### The problem
Below are some records. Return exactly the lines from the one with "in k), then" to the one with "let (mut s0, mut s1) = (0.0, 0.0);", and nothing else.

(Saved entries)
[Start of Attachment]
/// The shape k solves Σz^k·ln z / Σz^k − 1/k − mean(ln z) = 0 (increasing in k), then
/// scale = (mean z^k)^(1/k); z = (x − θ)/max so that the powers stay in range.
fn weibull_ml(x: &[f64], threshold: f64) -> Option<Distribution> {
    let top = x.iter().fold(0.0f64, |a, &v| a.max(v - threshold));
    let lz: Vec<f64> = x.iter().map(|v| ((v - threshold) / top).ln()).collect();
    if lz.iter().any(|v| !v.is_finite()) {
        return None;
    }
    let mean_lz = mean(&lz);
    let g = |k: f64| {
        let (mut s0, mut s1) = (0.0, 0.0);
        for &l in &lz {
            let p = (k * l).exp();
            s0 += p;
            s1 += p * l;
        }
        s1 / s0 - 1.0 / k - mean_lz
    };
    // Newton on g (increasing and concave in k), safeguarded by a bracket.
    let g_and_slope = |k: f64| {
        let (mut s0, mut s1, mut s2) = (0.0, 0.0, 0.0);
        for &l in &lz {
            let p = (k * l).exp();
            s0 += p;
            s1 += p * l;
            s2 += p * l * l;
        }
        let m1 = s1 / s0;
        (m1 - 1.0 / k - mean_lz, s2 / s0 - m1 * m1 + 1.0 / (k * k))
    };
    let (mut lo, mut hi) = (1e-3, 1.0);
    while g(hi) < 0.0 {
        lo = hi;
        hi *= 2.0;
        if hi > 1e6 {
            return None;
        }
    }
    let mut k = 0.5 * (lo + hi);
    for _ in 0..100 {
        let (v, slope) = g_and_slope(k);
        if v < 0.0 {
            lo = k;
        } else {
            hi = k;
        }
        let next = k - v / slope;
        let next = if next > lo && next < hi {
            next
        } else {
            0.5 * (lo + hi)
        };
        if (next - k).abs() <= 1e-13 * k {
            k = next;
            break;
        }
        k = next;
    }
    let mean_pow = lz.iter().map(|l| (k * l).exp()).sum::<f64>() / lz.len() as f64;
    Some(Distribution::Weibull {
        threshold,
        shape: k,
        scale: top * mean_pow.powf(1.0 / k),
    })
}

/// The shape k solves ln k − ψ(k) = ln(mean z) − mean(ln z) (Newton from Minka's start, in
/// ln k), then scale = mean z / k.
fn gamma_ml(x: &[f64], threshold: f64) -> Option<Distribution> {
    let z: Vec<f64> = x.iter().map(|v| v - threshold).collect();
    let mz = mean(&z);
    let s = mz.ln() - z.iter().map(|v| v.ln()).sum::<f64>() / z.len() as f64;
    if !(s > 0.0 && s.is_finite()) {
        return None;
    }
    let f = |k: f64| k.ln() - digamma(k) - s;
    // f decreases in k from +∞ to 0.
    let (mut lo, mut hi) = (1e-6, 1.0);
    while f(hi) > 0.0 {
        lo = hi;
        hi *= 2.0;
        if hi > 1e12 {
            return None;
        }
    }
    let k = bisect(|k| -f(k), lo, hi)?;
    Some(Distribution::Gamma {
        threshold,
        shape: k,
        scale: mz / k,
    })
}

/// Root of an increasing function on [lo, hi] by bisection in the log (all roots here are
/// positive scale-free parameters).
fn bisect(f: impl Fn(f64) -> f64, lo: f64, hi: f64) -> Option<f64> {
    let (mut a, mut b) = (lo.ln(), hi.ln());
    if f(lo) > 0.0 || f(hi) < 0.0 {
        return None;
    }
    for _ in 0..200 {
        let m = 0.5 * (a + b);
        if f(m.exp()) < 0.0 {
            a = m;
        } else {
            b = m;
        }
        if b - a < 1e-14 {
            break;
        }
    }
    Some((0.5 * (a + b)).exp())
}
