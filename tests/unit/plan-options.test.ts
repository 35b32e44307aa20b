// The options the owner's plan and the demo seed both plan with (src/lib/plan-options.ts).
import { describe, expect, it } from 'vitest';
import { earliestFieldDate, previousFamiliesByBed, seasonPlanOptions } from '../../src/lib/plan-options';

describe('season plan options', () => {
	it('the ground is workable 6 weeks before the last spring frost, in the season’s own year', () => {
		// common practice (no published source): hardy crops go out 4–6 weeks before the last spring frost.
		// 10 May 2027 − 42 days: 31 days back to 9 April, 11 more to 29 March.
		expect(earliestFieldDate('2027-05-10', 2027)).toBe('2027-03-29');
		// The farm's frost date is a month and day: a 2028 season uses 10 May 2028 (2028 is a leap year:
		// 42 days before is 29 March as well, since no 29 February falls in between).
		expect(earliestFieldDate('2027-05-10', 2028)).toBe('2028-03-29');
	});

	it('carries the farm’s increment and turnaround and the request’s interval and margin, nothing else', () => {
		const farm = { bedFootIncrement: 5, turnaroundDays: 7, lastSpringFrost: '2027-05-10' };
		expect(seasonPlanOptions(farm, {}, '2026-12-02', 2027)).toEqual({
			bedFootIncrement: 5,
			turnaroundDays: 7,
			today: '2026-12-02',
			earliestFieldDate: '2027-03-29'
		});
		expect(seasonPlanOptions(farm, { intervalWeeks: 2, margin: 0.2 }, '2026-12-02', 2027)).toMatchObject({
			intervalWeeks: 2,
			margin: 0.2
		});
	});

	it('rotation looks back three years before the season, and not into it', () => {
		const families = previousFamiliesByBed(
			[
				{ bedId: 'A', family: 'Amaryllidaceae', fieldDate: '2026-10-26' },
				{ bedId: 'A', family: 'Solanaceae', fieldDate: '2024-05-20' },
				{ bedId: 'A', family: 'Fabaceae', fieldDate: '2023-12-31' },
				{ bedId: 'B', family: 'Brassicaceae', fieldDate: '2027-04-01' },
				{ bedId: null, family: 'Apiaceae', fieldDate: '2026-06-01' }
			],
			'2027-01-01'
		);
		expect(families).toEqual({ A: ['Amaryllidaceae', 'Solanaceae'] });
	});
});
[End of Attachment]
[Start of Attachment]
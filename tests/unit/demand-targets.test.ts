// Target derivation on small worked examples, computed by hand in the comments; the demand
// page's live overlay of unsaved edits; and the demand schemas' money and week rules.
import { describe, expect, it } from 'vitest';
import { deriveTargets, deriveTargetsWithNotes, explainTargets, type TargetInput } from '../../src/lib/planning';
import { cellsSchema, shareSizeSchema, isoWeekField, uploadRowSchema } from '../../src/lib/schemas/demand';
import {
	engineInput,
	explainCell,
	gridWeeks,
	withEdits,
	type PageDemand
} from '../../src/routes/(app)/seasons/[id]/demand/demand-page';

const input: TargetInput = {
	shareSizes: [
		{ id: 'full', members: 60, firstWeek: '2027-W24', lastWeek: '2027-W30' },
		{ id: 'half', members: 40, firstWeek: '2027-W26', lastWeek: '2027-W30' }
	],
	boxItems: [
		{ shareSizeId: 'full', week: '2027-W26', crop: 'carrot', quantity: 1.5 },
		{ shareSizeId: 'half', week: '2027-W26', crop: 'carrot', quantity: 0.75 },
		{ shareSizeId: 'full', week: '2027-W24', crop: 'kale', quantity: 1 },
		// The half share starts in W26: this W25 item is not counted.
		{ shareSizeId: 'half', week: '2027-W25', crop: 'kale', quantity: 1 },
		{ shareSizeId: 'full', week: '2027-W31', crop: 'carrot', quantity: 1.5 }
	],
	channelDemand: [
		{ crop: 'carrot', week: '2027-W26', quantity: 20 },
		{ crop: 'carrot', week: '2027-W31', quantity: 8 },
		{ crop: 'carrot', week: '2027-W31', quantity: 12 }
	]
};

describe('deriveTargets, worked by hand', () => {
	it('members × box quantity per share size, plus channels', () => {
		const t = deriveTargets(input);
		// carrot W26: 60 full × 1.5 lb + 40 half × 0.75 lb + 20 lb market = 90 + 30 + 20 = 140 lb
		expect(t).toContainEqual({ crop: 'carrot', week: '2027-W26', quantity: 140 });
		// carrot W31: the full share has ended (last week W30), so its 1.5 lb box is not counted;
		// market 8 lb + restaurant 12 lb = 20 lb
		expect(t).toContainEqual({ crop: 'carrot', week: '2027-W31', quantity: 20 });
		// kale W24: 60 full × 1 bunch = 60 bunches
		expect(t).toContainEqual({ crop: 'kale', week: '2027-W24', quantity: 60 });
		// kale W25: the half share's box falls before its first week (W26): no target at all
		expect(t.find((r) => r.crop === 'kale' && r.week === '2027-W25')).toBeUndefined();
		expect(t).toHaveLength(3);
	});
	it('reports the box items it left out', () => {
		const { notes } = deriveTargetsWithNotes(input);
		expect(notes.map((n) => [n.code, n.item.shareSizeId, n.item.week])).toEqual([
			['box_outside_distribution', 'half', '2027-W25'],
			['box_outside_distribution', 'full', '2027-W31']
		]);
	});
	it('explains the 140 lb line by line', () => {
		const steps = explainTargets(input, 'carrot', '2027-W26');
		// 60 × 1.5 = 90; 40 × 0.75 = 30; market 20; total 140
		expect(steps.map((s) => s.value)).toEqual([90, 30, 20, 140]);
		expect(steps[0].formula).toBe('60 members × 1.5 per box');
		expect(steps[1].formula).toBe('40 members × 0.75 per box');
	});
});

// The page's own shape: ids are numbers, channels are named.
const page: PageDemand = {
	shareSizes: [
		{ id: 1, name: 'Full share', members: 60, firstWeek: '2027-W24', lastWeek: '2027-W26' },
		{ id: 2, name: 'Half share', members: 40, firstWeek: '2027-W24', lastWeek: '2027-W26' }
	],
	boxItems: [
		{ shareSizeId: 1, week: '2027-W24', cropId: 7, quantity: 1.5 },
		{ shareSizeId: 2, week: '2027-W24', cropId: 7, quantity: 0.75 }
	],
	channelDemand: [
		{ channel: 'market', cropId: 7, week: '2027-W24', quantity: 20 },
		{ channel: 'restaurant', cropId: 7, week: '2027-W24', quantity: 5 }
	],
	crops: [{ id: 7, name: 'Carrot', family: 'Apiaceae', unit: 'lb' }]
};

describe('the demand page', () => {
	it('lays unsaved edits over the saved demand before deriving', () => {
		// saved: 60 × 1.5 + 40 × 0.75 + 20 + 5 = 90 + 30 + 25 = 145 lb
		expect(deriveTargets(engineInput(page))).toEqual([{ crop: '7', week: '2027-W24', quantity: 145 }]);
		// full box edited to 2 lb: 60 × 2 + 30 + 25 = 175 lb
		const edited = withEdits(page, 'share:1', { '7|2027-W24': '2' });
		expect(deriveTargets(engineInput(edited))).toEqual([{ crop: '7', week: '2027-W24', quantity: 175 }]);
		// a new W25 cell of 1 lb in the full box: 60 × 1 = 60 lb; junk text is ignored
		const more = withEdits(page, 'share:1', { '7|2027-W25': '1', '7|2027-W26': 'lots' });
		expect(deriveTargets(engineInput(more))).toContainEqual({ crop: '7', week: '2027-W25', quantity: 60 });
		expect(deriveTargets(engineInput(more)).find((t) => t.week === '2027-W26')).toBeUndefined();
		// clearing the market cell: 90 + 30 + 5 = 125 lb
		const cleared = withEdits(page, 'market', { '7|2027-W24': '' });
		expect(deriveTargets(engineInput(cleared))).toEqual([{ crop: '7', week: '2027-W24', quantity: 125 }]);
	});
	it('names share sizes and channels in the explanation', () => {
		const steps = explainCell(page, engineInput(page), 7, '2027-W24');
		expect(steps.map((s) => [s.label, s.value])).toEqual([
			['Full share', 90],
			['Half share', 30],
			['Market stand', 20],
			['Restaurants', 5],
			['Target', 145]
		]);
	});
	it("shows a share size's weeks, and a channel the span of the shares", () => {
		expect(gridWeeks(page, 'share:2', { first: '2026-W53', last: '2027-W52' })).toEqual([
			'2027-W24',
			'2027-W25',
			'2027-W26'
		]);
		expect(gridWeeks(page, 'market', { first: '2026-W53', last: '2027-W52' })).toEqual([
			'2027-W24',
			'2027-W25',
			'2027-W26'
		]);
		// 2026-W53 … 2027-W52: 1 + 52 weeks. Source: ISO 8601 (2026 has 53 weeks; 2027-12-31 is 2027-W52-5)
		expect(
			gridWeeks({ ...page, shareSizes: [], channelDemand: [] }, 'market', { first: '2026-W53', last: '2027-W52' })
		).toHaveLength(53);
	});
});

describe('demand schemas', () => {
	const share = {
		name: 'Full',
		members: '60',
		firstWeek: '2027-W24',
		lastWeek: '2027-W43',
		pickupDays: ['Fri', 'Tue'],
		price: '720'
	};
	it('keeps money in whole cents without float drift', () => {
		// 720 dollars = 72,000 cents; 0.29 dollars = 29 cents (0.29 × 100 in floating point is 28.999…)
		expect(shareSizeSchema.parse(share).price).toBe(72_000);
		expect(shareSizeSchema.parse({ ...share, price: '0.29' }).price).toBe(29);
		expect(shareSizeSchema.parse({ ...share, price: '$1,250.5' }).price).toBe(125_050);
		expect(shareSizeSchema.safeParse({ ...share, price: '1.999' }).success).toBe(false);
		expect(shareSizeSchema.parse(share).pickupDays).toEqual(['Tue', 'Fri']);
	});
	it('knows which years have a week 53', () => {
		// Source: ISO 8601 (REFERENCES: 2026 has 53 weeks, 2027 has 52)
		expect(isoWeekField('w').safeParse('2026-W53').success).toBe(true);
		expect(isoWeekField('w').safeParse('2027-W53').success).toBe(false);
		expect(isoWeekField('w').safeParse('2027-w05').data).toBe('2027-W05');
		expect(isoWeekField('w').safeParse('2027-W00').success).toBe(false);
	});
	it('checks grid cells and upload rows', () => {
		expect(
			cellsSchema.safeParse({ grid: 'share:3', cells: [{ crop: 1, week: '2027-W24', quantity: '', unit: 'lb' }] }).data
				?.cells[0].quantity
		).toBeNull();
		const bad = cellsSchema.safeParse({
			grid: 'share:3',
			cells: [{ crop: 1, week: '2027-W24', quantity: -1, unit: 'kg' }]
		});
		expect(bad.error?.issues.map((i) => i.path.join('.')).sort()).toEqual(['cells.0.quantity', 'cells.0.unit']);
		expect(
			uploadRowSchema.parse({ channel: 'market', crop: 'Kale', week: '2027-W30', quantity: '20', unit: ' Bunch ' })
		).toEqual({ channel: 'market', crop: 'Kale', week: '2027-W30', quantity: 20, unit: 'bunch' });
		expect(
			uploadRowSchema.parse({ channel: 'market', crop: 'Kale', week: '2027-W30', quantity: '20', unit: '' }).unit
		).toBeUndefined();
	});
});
[End of Attachment]
### Task answer
/// The shape k solves Σz^k·ln z / Σz^k − 1/k − mean(ln z) = 0 (increasing in k), then
/// scale = (mean z^k)^(1/k); z = (x − θ)/max so that the powers stay in range.
fn weibull_ml(x: &[f64], threshold: f64) -> Option<Distribution> {
    let top = x.iter().fold(0.0f64, |a, &v| a.max(v - threshold));
    let lz: Vec<f64> = x.iter().map(|v| ((v - threshold) / top).ln()).collect();
    if lz.iter().any(|v| !v.is_finite()) {
        return None;
    }
    let mean_lz = mean(&lz);
    let g = |k: f64| {
        let (mut s0, mut s1) = (0.0, 0.0);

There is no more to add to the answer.